Que levante la mano quién entre pesadillas se levante taquicárdica porque olvidó presentar el proyecto a tiempo.

Que levante la mano quien antes de dormir hace una lista mental de tareas para el día siguiente y se levanta acabando la misma lista de tareas.

Que levante la mano quién no esté ya cansada de que la mente tenga vida propia y piense piense piense a sus hanchas sin tener piedad de una misma.

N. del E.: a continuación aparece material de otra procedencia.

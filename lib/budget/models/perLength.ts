import { twoTermAttenuation } from '../../channel/lines'
import { FREQUENCY, LENGTH, LOSS_PER_LENGTH } from '../quantities'
import { atFrequency } from './atFrequency'
import { refuseImpossible } from './copperGuard'
import { knownPiece, lineOf, ownLine } from './knownPiece'
import type { Model, ModelInput } from './model'
import type { Computed } from './piece'
import { fittedTerms, termsLoss } from './terms'

/** Length times an attenuation: √f and f terms over their band where they are given, else a number at a frequency. */
export const perLength: Model = (input) => {
  const { fields, line } = input
  const length = fields.need('length', LENGTH)
  if (line.rootTerm !== null || line.linearTerm !== null) return twoTerms(input, length)
  const attenuation = fields.need('lossPerLength', LOSS_PER_LENGTH)
  const at = fields.need('at', FREQUENCY)
  if (length === null || attenuation === null || at === null) return null
  if (refuseImpossible(input, fields, 'lossPerLength', attenuation, at)) return null
  return atFrequency(input, fields, attenuation * length, at)
}

function twoTerms(input: ModelInput, length: number | null): Computed | null {
  const terms = fittedTerms(input)
  const own = ownLine(input.fields)
  if (length === null || terms === null || own === null) return null
  const { from, to } = terms
  const { rootTerm = 0, linearTerm = 0 } = terms.values
  if (refuseImpossible(input, input.fields, 'rootTerm', twoTermAttenuation(rootTerm, linearTerm, input.hz), input.hz))
    return null
  return {
    values: { length, ...terms.values, ...own },
    build: (values) =>
      knownPiece({ from, to, attenuation: termsLoss(values, input.surroundings), line: lineOf(values) }),
  }
}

Así que con una mente tan empoderada como la nuestra, necesitamos una actividad que nos relaje. A algunas personas les funciona el yoga, pintar, las manualidades… A mí hay 2 cosas que me funcionan: correr hasta agotar cada célula de mi piel, haciendo que el cerebro ya no piense de lo cansado que está y ver pelis/ series o leer libros de esos que te sacan la carcajada al momento y desconectas de tal forma que duermes del tirón y sin ningún problema.

Así que correr te hace sentir genial porque te pone en contacto con la naturaleza, conoces gente majísima y las endofinas del día siguiente son un vicio. Pero seamos realistas frente el estrés, los malos rollos y el “me cago en to” lo ideal para quemar la mala “onda” es correr.

Correr me desconecta la cabeza porque tienes que estar pendiente de tantas cosas, que tu mente ya no puede estar ocupada de nada más.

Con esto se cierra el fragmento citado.